- Razaviyeh-ye Abkhvorak Location within Iran
- Coordinates: 34°19′34″N 57°07′03″E﻿ / ﻿34.32611°N 57.11750°E
- Country: Iran
- Province: South Khorasan
- County: Eshqabad
- District: Central
- Rural District: Dastgerdan

Population (2016)
- • Total: 106
- Time zone: UTC+3:30 (IRST)

= Razaviyeh-ye Abkhvorak =

Village in South Khorasan province, Iran

Razaviyeh-ye Abkhvorak (رضویه آبخورک) (Note: Also romanized as Raẕavīyeh-ye Ābkhvorak; also known as Ab Khorak, Ab Khūrak, Āb Khvor, Ābkhowr, Ābkhūr, and Ābkhvorak) is a village in Dastgerdan Rural District of the Central District (Note: Formerly Dastgerdan District of Tabas County) in Eshqabad County, South Khorasan province, Iran.

==Demographics==
===Population===
At the time of the 2006 National Census, the village's population was 202 in 87 households, when it was in Dastgerdan District (Note: Renamed the Central District of Eshqabad County) of Tabas County, Yazd province. The following census in 2011 counted 127 people in 59 households.

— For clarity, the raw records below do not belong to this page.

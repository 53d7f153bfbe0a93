"""Where a pointer meets a scale line: arcs about any centre, and straight lines.

A pointer ray leaves the pivot (the origin) at an angle, 0 straight up, clockwise positive.  Marks
lie along the ray, not along the radius of the arc, so an arc off the pivot still reads true.
"""

from __future__ import annotations

import math
from dataclasses import dataclass, replace
from typing import Protocol

import numpy as np

from dialgen.errors import InputError
from dialgen.stage import Array

_LONGEST = 4.0


class ScaleLine(Protocol):
    """The line on which the marks stand; angles in degrees, lengths in millimetres."""

    def meets(self, angle_deg: Array) -> Array:
        """Return whether the pointer at each angle meets the line in front of the pivot."""
        ...

    def points(self, angle_deg: Array) -> tuple[Array, Array]:
        """Return x and y of the meeting points; NaN where there is none, see `meets`."""
        ...

    def along(self, angle_deg: Array) -> Array:
        """Return the meeting points' places along the line, rising with the angle."""
        ...

    def directions(self, angle_deg: Array) -> tuple[Array, Array]:
        """Return the unit vectors along which marks are drawn, away from the pivot."""
        ...

    def away(self, angle_deg: Array) -> tuple[Array, Array]:
        """Return the unit vectors along which numerals stand off from the ends of their marks."""
        ...

    def stretch(self, angle_deg: Array) -> Array:
        """Return how much longer a mark is drawn so that all of a rank end at one height."""
        ...

    def offset(self, outward_mm: float) -> ScaleLine:
        """Return the line that runs beside this one, farther from the pivot by ``outward_mm``."""
        ...

    def beside(self, angle_deg: Array, outward_mm: float) -> tuple[Array, Array]:
        """Return x and y of where marks at each angle cross the line that runs beside this one."""
        ...


@dataclass(frozen=True, slots=True)
class ArcLine:
    """A circle of ``radius_mm`` about ``centre``; the pointer meets it at its farther crossing."""

    radius_mm: float
    centre: tuple[float, float] = (0.0, 0.0)

    def _reach(self, angle_deg: Array) -> Array:
        # |t·u - c| = R has the roots t = u·c ± sqrt((u·c)² - c² + R²); the larger is the farther.
        x, y = _ray(angle_deg)
        towards = x * self.centre[0] + y * self.centre[1]
        square = towards**2 - (self.centre[0] ** 2 + self.centre[1] ** 2) + self.radius_mm**2
        reach = towards + np.sqrt(np.where(square < 0, np.nan, square))
        return np.where(reach > 0, reach, np.nan)

    def meets(self, angle_deg: Array) -> Array:
        """Return whether the pointer at each angle meets the arc."""
        return np.asarray(~np.isnan(self._reach(angle_deg)))

    def points(self, angle_deg: Array) -> tuple[Array, Array]:
        """Return x and y of the farther crossing."""
        x, y = _ray(angle_deg)
        reach = self._reach(angle_deg)
        return x * reach, y * reach

    def along(self, angle_deg: Array) -> Array:
        """Return the arc length from straight above the centre."""
        return np.asarray(self.radius_mm * np.radians(self.about_centre(angle_deg)))

    def about_centre(self, angle_deg: Array) -> Array:
        """Return the meeting points' angles about the arc's own centre, in degrees."""
        if self.centre == (0.0, 0.0):
            return np.asarray(angle_deg, dtype=float)
        x, y = self.points(angle_deg)
        turned = np.degrees(np.arctan2(x - self.centre[0], y - self.centre[1]))
        # Seen from inside the circle the angle about the centre follows the pointer's, within half
        # a turn; the pointer's own turns are put back.
        return np.asarray(turned + 360 * np.round((angle_deg - turned) / 360))

    def directions(self, angle_deg: Array) -> tuple[Array, Array]:
        """Return the pointer's own direction."""
        return _ray(angle_deg)

    def away(self, angle_deg: Array) -> tuple[Array, Array]:
        """Return the pointer's own direction."""
        return _ray(angle_deg)

    def stretch(self, angle_deg: Array) -> Array:
        """Return 1 over the cosine of the mark's lean, so that all of a rank end on one circle.

        That circle is about the arc's own centre; a mark of length L that leans by a misses it by
        (L·tan a)²/2R, a few micrometres.  Where the pointer all but grazes the arc a mark grows to
        four times its length and no longer: it would run along the line.
        """
        if self.centre == (0.0, 0.0):
            return np.ones(np.shape(angle_deg))
        (x, y), (ux, uy) = self.points(angle_deg), _ray(angle_deg)
        cosine = (ux * (x - self.centre[0]) + uy * (y - self.centre[1])) / self.radius_mm
        return np.asarray(1.0 / np.maximum(cosine, 1.0 / _LONGEST))

    def offset(self, outward_mm: float) -> ArcLine:
        """Return the circle about the same centre, larger by ``outward_mm``."""
        return ArcLine(self.radius_mm + outward_mm, self.centre)

    def beside(self, angle_deg: Array, outward_mm: float) -> tuple[Array, Array]:
        """Return x and y of the pointer's farther crossing with that circle."""
        return self.offset(outward_mm).points(angle_deg)


@dataclass(frozen=True, slots=True)
class StraightLine:
    """The straight line through ``start`` and ``end``, which may go on beyond both.

    Args:
        start: one point of it, in millimetres from the pivot.
        end: another.
        square: marks stand square to the line instead of along the pointer.
        curve_mm: the radius of a curved edgewise plate laid flat: the distance along the line is
            radius times angle, from the foot of straight up.

    Raises:
        InputError: both points are one, or a curved plate's line has no foot above the pivot.
    """

    start: tuple[float, float]
    end: tuple[float, float]
    square: bool = False
    curve_mm: float | None = None

    def __post_init__(self) -> None:
        if math.dist(self.start, self.end) < 1e-6:
            raise InputError("both ends of the line are one point; give two points", ("line",))
        if self.curve_mm is not None and not self._foot()[1] > 0:
            raise InputError(
                "a curved plate's line must cross straight up, above the pivot; move the line", ("line",)
            )

    def _unit(self) -> tuple[float, float]:
        # Turned so that places rise with the pointer's angle: clockwise, seen from the pivot.
        x, y = self.end[0] - self.start[0], self.end[1] - self.start[1]
        length = math.hypot(x, y) * (1 if self.start[1] * x - self.start[0] * y >= 0 else -1)
        return x / length, y / length

    def _foot(self) -> tuple[float, float]:
        ux, uy = self._unit()
        if abs(ux) < 1e-12:
            return 0.0, math.nan
        return 0.0, self.start[1] - self.start[0] * uy / ux

    def _reach(self, angle_deg: Array) -> Array:
        x, y = _ray(angle_deg)
        ux, uy = self._unit()
        across = x * uy - y * ux
        # Straight enough to parallel that the crossing would lie kilometres away counts as none.
        with np.errstate(divide="ignore", invalid="ignore"):
            reach = (self.start[0] * uy - self.start[1] * ux) / across
        return np.where((np.abs(across) > 1e-9) & (reach > 0), reach, np.nan)

    def meets(self, angle_deg: Array) -> Array:
        """Return whether the pointer at each angle meets the line."""
        if self.curve_mm is not None:
            return np.ones(np.shape(angle_deg), dtype=bool)
        return np.asarray(~np.isnan(self._reach(angle_deg)))

    def points(self, angle_deg: Array) -> tuple[Array, Array]:
        """Return x and y of the crossing, or of the place on the plate laid flat."""
        if self.curve_mm is None:
            x, y = _ray(angle_deg)
            reach = self._reach(angle_deg)
            return x * reach, y * reach
        distance = self.curve_mm * np.radians(angle_deg)
        (ux, uy), (fx, fy) = self._unit(), self._foot()
        return fx + distance * ux, fy + distance * uy

    def along(self, angle_deg: Array) -> Array:
        """Return the distance along the line from its point nearest the pivot."""
        x, y = self.points(angle_deg)
        ux, uy = self._unit()
        return np.asarray(x * ux + y * uy)

    def directions(self, angle_deg: Array) -> tuple[Array, Array]:
        """Return the pointer's direction, or square to the line and away from the pivot."""
        if not self.square and self.curve_mm is None:
            return _ray(angle_deg)
        return self.away(angle_deg)

    def away(self, angle_deg: Array) -> tuple[Array, Array]:
        """Return square to the line, so that numerals stand in one row."""
        ux, uy = self._unit()
        shape = np.shape(angle_deg)
        return np.full(shape, -uy), np.full(shape, ux)

    def stretch(self, angle_deg: Array) -> Array:
        """Return 1 over the cosine of the mark's lean, so that all of a rank end on one parallel."""
        (x, y), (nx, ny) = self.directions(angle_deg), self.away(angle_deg)
        return np.asarray(1.0 / (x * nx + y * ny))

    def offset(self, outward_mm: float) -> StraightLine:
        """Return the parallel, away from the pivot by ``outward_mm``."""
        ux, uy = self._unit()
        dx, dy = -uy * outward_mm, ux * outward_mm
        return replace(
            self,
            start=(self.start[0] + dx, self.start[1] + dy),
            end=(self.end[0] + dx, self.end[1] + dy),
        )

    def beside(self, angle_deg: Array, outward_mm: float) -> tuple[Array, Array]:
        """Return x and y of where marks, along the pointer or square to the line, cross the parallel."""
        (x, y), (dx, dy) = self.points(angle_deg), self.directions(angle_deg)
        reach = outward_mm * self.stretch(angle_deg)
        return x + dx * reach, y + dy * reach


def _ray(angle_deg: Array) -> tuple[Array, Array]:
    turn = np.radians(angle_deg)
    return np.sin(turn), np.cos(turn)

The 2016 census measured the population of the village as 106 people in 51 households, by which time the county had been separated from the province to join South Khorasan province.

In 2024, the district was separated from the county in the establishment of Eshqabad County and renamed the Central District.